## [TO DO]
Which lines of the data below include the string "into"? Return each of them.

---------- RECORDS PROVIDED

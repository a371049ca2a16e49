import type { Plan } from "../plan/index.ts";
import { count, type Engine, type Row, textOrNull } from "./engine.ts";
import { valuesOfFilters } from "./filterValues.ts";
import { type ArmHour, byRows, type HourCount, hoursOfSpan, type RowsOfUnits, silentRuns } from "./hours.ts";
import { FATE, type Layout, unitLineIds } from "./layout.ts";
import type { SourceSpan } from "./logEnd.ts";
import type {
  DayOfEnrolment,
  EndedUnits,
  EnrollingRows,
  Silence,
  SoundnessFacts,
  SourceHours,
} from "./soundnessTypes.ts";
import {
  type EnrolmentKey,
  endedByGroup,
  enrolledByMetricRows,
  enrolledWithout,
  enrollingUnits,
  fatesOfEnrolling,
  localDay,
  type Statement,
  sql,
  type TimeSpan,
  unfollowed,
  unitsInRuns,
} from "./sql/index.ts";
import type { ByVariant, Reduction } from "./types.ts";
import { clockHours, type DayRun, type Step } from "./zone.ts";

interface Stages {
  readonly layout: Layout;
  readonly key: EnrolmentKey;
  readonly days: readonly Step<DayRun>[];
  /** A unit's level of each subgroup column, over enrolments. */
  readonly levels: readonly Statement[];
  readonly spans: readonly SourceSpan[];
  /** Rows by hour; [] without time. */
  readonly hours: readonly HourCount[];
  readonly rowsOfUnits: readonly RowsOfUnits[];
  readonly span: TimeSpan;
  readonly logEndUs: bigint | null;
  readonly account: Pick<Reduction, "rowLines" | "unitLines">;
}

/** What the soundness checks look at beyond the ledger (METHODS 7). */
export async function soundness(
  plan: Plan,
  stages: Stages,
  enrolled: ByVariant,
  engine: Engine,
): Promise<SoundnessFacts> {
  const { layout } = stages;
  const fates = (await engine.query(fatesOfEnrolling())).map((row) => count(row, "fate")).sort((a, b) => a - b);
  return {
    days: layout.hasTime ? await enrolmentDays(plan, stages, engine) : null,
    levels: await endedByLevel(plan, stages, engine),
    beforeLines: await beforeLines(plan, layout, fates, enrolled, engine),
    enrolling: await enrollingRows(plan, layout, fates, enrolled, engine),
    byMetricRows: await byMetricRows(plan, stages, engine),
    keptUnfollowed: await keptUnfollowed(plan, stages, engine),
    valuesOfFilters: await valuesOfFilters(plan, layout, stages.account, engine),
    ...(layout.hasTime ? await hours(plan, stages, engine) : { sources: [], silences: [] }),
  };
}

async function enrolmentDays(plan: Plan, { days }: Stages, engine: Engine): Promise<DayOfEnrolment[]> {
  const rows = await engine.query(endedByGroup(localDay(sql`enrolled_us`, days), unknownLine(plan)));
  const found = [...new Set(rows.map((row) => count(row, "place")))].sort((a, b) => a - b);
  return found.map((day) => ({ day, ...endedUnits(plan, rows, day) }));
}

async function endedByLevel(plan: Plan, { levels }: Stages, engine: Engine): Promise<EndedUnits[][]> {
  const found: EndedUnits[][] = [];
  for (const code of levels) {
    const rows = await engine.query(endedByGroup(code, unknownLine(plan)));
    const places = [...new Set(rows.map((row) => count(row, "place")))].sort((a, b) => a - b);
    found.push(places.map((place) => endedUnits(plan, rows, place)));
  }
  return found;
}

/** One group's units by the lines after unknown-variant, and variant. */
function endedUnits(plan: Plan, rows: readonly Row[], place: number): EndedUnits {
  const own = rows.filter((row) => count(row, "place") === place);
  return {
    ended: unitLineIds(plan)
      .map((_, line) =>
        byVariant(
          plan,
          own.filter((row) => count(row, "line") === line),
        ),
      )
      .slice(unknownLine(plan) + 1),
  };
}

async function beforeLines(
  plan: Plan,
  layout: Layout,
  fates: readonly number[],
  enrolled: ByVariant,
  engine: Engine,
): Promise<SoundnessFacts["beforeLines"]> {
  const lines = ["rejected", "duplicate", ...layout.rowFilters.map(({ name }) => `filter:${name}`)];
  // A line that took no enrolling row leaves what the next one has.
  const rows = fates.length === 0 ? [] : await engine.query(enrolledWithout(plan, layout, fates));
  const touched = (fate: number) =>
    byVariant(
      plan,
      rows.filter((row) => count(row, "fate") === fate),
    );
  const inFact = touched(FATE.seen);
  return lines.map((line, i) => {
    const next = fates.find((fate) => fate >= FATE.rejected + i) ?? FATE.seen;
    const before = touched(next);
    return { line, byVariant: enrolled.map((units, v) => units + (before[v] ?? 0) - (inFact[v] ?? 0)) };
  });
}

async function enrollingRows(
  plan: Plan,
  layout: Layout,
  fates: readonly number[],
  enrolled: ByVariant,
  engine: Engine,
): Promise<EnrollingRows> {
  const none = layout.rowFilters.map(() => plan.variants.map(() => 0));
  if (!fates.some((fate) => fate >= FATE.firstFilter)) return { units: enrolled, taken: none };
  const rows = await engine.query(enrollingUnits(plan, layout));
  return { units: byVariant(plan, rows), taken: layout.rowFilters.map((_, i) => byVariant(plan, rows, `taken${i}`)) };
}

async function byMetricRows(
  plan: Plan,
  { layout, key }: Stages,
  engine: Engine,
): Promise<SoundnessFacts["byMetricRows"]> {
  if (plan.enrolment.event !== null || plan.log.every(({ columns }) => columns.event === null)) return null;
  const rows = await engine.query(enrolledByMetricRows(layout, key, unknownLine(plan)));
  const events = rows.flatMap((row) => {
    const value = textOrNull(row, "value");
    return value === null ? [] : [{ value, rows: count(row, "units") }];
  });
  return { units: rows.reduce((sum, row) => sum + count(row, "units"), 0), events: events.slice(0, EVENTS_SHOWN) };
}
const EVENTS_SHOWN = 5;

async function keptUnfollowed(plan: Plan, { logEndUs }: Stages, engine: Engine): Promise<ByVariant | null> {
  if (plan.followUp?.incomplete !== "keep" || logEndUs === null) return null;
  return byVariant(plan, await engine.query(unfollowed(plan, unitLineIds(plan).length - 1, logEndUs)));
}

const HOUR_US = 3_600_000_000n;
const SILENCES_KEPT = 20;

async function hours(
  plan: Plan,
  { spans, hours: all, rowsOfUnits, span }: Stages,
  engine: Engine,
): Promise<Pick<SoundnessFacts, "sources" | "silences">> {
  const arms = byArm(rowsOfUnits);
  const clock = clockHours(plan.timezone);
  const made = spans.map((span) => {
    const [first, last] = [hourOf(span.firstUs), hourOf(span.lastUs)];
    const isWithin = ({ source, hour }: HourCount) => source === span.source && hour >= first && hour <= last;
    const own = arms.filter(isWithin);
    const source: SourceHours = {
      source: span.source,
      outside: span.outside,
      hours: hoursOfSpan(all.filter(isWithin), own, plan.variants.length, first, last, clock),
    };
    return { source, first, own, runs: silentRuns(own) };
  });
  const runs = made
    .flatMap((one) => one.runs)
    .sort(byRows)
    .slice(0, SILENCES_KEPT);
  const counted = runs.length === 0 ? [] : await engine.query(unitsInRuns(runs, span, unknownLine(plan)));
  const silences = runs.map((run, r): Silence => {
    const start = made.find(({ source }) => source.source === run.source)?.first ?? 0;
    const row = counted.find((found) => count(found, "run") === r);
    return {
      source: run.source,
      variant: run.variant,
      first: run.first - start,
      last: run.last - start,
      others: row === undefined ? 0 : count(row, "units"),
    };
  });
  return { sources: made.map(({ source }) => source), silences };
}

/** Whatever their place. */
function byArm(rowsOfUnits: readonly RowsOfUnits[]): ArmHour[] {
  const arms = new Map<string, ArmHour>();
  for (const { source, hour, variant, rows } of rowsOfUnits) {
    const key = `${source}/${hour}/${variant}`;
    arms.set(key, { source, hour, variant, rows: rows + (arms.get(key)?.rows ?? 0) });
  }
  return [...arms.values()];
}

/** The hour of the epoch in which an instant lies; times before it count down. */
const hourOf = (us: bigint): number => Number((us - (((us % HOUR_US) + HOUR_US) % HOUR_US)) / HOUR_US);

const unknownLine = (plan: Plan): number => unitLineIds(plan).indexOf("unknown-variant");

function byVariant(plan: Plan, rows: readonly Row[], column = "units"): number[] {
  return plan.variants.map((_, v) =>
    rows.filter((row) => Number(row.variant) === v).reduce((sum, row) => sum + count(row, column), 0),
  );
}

--------------------
---------- RECORDS PROVIDED

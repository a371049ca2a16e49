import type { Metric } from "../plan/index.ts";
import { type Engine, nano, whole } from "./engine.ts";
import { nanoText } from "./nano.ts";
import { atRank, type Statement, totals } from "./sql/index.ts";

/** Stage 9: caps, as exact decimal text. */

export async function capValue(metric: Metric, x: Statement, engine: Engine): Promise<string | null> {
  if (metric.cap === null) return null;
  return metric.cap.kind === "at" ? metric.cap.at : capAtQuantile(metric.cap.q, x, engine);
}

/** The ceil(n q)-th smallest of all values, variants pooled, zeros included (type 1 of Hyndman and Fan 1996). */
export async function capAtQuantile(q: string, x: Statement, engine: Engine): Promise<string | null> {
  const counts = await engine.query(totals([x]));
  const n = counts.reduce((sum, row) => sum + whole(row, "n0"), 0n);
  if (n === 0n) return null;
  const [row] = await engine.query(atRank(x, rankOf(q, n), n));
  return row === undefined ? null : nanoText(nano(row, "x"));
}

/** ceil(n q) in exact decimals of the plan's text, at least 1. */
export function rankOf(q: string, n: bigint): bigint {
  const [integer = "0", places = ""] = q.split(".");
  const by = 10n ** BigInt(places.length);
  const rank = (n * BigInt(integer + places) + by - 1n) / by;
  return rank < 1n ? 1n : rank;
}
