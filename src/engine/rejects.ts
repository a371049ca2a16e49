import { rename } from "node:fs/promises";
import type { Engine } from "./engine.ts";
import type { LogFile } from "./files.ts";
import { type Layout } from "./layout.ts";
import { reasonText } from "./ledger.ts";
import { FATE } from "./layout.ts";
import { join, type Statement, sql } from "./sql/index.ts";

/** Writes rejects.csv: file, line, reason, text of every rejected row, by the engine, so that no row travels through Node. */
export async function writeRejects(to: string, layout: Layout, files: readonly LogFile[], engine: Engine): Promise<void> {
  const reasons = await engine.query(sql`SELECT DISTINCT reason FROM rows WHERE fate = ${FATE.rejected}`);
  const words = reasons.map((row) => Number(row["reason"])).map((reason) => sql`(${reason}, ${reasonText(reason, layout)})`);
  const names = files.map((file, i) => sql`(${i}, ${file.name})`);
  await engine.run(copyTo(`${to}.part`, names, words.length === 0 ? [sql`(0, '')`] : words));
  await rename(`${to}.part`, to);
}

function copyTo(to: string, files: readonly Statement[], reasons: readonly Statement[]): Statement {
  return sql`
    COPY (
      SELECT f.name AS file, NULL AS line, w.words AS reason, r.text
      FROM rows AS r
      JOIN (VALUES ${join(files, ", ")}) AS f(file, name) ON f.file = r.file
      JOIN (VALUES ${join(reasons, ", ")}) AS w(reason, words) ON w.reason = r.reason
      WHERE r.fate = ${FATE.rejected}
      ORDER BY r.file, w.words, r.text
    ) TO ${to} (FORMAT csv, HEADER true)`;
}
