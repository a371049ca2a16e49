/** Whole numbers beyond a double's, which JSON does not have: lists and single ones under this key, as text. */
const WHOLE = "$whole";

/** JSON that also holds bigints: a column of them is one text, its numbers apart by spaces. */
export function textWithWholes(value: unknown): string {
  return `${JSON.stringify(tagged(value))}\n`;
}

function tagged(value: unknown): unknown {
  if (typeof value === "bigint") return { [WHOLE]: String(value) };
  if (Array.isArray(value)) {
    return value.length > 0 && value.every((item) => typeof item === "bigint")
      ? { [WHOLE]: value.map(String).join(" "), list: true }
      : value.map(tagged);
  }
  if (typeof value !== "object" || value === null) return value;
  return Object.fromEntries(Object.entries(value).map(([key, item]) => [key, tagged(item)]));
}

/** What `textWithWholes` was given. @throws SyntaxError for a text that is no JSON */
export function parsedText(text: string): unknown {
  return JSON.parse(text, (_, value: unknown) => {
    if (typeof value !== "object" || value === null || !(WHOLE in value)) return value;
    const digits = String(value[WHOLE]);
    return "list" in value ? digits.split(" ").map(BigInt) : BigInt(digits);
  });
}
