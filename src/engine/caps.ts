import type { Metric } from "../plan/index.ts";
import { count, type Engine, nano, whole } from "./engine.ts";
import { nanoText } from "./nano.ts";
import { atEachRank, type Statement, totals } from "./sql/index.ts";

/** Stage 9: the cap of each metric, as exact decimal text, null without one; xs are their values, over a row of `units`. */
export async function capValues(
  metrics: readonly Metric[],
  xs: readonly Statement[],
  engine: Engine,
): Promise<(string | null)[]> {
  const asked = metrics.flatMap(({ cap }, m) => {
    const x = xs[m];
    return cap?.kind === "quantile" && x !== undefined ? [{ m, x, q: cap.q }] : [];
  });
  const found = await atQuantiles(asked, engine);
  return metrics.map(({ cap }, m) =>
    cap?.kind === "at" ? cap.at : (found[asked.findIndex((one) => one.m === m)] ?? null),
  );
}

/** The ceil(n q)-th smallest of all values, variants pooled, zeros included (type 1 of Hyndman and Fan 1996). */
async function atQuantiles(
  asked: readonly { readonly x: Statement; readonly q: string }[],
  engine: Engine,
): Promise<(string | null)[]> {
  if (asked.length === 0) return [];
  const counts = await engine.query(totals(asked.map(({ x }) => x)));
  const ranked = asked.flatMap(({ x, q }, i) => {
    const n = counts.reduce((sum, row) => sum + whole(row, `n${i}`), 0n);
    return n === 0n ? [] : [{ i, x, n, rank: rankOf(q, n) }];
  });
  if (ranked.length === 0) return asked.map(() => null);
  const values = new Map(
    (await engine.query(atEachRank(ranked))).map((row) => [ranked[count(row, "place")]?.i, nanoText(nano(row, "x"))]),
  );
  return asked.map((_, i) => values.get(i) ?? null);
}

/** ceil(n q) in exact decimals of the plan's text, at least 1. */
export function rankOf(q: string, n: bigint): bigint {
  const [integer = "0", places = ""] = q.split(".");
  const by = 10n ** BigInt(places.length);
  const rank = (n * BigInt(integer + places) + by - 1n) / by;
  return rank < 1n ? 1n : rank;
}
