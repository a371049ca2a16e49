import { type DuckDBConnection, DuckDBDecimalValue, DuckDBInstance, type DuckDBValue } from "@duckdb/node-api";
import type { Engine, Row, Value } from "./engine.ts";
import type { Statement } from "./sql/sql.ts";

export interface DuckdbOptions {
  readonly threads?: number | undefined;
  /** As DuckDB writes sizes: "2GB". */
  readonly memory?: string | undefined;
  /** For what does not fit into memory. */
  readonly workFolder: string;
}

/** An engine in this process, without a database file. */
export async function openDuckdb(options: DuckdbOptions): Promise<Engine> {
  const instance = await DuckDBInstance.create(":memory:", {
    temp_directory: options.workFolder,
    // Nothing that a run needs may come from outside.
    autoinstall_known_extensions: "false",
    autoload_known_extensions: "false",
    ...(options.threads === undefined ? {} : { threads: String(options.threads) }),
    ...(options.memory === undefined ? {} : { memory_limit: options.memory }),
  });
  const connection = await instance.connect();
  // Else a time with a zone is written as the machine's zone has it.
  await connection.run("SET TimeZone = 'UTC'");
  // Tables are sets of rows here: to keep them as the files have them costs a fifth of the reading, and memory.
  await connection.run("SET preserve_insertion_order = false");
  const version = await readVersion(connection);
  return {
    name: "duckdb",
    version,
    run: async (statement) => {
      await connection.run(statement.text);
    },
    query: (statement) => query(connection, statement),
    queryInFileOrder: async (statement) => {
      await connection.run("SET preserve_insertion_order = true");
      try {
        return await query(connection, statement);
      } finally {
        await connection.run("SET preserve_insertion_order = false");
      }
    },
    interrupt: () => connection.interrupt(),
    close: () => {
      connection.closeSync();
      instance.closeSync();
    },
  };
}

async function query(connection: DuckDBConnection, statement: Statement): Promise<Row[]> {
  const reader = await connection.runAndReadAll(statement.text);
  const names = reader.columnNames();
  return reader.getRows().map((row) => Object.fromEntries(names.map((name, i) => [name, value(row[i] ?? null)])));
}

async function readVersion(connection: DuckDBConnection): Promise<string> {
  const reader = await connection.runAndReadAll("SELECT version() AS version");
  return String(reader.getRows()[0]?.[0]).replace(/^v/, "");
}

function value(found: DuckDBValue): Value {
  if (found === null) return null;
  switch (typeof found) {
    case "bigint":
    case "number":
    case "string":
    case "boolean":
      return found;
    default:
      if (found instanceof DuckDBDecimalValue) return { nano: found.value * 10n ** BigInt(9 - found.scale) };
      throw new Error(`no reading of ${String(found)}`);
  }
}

--------------------
---------- RECORDS PROVIDED

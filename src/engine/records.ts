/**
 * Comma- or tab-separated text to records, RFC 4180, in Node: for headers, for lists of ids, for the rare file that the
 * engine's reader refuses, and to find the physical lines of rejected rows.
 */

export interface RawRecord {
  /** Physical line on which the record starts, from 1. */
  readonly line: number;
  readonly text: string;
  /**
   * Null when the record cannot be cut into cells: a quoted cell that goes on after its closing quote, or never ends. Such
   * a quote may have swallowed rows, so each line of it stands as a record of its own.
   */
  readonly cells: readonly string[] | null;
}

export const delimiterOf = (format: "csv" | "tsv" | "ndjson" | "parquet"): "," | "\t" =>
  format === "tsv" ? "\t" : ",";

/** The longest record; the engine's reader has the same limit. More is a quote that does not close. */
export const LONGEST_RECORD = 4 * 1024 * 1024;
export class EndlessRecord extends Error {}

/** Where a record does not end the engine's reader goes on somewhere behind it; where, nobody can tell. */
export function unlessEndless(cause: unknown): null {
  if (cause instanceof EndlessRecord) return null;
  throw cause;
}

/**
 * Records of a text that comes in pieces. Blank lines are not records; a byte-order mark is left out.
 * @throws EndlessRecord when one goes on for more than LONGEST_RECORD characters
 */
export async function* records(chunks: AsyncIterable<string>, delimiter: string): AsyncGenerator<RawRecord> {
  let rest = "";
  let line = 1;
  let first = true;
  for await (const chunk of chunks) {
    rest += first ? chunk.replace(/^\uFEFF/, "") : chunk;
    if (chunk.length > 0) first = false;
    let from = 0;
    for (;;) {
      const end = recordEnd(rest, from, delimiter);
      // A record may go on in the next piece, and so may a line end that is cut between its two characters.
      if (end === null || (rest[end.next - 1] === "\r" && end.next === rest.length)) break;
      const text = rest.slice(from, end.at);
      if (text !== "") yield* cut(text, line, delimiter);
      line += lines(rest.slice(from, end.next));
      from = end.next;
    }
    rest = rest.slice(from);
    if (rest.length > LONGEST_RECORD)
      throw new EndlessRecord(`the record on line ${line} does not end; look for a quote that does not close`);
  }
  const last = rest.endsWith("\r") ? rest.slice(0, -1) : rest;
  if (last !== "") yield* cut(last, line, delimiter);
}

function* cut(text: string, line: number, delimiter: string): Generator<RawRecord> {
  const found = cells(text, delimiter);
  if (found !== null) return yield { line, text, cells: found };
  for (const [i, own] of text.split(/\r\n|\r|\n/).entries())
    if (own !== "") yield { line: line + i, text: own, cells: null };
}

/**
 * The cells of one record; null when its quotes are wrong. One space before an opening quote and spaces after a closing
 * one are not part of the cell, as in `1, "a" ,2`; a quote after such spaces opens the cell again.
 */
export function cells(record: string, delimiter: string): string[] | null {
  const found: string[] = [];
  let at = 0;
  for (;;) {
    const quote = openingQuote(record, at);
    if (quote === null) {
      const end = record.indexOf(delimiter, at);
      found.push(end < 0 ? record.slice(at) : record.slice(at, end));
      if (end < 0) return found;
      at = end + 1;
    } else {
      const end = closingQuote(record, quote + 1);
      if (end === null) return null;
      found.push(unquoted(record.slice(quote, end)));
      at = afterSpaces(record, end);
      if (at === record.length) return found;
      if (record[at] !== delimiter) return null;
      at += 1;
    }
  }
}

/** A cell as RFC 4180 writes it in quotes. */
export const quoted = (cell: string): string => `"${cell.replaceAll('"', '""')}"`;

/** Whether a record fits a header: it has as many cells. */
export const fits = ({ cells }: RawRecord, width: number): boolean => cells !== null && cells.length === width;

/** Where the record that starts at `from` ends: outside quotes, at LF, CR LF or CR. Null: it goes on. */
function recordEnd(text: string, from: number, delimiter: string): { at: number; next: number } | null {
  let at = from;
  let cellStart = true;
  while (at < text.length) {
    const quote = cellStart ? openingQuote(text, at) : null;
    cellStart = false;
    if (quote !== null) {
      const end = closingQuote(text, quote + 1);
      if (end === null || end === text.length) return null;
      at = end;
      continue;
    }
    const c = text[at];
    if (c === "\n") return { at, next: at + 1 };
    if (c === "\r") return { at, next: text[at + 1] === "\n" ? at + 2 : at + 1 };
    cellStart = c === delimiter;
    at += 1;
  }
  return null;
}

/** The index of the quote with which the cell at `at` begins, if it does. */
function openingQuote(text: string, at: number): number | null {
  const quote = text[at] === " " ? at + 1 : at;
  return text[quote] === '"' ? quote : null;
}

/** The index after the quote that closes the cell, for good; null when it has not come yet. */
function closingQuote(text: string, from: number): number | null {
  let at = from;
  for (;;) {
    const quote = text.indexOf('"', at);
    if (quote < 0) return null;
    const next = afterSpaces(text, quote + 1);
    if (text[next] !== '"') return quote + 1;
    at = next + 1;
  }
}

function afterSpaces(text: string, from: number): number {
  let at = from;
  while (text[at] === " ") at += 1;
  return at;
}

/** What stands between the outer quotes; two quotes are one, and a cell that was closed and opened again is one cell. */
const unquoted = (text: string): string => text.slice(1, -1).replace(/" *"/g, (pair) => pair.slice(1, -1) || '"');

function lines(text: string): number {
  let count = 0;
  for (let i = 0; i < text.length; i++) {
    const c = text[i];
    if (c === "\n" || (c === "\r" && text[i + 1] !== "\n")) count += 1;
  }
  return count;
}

--------------------

## [WRITTEN ANSWER]
  /** For what does not fit into memory. */
   * Null when the record cannot be cut into cells: a quoted cell that goes on after its closing quote, or never ends. Such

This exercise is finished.